_Data to use_

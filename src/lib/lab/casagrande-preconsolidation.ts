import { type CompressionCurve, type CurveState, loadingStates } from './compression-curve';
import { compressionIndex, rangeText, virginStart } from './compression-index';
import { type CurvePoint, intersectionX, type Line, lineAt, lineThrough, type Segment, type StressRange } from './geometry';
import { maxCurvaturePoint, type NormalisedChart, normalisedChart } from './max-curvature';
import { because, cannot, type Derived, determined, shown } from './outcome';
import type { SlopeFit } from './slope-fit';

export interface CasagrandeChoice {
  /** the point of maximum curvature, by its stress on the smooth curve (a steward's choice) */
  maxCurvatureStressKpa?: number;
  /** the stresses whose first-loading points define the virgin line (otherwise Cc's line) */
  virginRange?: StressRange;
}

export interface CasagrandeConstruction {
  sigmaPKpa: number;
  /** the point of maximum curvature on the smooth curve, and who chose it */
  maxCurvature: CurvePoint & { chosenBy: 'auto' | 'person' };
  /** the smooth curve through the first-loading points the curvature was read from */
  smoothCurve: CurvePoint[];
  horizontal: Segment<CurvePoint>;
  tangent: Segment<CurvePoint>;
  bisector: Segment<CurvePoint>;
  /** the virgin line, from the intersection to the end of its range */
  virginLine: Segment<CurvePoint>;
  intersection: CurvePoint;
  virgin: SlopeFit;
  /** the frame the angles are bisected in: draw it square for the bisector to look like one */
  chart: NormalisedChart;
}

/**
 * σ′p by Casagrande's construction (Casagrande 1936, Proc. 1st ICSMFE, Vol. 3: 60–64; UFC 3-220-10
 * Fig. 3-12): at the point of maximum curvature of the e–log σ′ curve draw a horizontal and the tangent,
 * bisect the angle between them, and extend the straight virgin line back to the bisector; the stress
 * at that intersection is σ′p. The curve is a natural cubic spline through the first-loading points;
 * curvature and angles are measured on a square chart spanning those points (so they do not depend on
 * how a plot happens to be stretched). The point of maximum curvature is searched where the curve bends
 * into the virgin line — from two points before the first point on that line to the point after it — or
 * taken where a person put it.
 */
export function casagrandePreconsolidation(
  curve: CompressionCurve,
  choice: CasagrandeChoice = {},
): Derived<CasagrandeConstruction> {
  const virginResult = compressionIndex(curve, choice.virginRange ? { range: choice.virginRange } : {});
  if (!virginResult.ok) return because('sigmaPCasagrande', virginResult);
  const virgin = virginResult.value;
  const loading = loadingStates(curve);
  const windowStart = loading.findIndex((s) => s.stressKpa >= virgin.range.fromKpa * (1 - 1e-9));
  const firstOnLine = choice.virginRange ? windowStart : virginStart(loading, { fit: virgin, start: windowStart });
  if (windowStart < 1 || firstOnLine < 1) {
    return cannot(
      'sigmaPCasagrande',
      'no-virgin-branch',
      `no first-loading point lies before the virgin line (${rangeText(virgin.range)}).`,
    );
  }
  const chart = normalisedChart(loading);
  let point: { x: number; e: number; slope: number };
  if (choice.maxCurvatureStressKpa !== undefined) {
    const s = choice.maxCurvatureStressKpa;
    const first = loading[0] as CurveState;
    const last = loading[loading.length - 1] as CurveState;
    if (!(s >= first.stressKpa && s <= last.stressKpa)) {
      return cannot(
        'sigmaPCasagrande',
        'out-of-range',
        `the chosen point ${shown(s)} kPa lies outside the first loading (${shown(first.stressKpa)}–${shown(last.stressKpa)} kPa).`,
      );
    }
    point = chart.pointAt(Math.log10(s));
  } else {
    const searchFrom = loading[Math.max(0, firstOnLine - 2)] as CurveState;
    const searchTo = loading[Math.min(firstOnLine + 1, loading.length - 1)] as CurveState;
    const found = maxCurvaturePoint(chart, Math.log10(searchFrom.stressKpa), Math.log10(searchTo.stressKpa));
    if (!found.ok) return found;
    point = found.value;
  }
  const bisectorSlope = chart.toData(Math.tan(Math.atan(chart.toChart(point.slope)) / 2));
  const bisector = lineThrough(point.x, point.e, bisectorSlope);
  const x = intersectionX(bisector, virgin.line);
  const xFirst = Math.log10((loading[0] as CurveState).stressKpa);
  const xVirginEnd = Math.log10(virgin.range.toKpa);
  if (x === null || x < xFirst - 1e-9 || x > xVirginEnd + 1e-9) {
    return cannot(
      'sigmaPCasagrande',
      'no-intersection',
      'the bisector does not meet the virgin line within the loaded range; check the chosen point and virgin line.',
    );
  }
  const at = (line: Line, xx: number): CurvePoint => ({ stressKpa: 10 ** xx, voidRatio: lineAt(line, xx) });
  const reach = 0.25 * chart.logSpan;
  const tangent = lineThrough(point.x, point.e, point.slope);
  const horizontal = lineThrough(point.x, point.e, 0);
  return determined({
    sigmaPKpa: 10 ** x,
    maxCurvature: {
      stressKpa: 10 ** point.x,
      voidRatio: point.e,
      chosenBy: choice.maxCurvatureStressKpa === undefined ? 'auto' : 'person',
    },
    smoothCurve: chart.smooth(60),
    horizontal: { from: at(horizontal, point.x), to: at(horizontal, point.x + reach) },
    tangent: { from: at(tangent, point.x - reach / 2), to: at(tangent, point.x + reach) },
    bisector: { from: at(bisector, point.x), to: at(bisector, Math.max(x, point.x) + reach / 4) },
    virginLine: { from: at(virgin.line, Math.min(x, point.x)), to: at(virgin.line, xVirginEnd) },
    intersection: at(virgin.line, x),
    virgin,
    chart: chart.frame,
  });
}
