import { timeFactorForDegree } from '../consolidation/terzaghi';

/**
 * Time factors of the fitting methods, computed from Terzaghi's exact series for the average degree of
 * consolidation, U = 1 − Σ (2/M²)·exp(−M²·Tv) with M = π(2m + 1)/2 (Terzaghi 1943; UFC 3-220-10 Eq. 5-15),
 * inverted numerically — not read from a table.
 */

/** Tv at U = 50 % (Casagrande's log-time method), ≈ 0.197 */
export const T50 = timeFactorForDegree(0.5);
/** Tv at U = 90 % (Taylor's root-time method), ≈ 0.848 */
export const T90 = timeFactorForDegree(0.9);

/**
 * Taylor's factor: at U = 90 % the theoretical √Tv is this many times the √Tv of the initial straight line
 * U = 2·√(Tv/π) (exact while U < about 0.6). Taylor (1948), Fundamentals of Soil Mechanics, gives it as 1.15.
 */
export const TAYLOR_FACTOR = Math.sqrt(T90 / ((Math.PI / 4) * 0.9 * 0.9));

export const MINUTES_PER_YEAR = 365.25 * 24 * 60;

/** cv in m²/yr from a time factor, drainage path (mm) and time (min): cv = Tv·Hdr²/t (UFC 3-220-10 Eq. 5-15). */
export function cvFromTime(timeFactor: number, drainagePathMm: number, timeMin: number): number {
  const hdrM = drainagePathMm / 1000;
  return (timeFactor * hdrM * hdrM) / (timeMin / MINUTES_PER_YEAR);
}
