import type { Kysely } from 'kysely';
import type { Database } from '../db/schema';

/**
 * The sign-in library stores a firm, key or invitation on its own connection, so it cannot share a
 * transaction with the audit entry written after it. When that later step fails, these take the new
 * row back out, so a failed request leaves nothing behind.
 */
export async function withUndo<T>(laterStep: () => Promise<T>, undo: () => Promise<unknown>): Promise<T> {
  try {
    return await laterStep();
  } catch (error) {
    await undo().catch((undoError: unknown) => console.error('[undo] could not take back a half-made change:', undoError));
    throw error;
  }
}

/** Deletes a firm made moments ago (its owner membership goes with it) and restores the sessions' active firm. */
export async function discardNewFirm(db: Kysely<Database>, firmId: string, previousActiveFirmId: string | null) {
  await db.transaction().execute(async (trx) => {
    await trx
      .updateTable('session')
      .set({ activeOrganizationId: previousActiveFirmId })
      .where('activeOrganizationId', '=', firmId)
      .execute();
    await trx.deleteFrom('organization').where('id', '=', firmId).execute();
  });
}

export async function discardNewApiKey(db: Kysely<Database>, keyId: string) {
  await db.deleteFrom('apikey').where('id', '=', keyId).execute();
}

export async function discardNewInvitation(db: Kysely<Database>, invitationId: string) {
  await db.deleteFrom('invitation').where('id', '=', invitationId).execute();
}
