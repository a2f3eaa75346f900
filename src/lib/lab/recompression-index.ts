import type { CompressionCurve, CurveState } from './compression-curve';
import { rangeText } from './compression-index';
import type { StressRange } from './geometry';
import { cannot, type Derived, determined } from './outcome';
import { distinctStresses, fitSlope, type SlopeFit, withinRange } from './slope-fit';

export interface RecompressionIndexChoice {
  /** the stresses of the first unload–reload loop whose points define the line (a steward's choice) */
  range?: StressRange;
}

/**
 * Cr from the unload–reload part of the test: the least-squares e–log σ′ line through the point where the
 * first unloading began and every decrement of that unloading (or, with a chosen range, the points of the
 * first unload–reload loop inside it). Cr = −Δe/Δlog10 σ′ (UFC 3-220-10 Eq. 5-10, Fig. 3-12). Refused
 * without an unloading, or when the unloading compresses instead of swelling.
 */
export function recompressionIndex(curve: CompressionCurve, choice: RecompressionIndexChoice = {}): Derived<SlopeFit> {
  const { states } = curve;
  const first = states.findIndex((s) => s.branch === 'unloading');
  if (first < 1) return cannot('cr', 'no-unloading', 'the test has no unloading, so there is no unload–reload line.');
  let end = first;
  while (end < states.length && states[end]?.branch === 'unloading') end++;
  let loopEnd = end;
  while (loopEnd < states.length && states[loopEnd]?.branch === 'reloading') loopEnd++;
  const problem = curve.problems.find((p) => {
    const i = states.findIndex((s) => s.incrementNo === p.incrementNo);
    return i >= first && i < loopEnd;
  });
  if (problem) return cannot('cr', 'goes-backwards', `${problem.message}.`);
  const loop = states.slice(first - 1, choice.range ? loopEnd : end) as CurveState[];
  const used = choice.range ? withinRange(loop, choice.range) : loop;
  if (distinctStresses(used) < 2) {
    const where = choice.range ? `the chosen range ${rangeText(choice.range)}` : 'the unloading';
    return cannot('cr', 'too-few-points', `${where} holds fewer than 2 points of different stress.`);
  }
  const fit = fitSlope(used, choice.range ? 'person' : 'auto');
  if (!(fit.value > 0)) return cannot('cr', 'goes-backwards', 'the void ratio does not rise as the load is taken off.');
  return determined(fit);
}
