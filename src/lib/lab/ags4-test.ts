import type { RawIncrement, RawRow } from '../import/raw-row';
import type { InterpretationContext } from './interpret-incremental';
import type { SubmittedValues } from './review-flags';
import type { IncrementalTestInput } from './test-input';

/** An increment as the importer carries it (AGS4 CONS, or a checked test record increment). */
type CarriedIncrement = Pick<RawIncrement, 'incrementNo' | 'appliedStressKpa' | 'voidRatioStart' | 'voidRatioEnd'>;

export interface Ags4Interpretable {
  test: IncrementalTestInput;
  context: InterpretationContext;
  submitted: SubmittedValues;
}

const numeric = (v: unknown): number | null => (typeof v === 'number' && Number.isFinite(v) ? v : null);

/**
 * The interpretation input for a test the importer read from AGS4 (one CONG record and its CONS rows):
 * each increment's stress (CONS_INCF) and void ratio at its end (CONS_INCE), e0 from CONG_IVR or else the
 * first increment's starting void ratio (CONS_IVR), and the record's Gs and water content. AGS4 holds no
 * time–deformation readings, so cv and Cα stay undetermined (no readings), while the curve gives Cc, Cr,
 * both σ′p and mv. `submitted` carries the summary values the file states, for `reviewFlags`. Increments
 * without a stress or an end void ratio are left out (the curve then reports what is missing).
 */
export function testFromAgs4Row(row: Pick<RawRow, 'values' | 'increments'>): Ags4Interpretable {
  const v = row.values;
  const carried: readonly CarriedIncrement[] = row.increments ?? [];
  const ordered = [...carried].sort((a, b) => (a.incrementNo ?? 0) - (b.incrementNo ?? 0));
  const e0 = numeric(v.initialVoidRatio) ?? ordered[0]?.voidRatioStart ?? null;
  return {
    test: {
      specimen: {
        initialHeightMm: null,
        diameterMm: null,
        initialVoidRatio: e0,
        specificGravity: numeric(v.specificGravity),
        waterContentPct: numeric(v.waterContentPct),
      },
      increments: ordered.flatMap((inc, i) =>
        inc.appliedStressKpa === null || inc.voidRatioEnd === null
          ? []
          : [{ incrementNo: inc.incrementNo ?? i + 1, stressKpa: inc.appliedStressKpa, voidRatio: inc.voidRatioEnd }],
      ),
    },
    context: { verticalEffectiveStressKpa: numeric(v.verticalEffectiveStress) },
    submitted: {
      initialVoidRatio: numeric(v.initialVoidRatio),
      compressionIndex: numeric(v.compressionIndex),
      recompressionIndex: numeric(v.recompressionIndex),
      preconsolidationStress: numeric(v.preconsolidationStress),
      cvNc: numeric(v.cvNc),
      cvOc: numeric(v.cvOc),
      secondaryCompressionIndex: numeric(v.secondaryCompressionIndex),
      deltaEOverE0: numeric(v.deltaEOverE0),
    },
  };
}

_Work item_
If a line above holds the word "loadingStates", copy it.

_Task output_
import { type CompressionCurve, type CurveState, loadingStates } from './compression-curve';
  const loading = loadingStates(curve);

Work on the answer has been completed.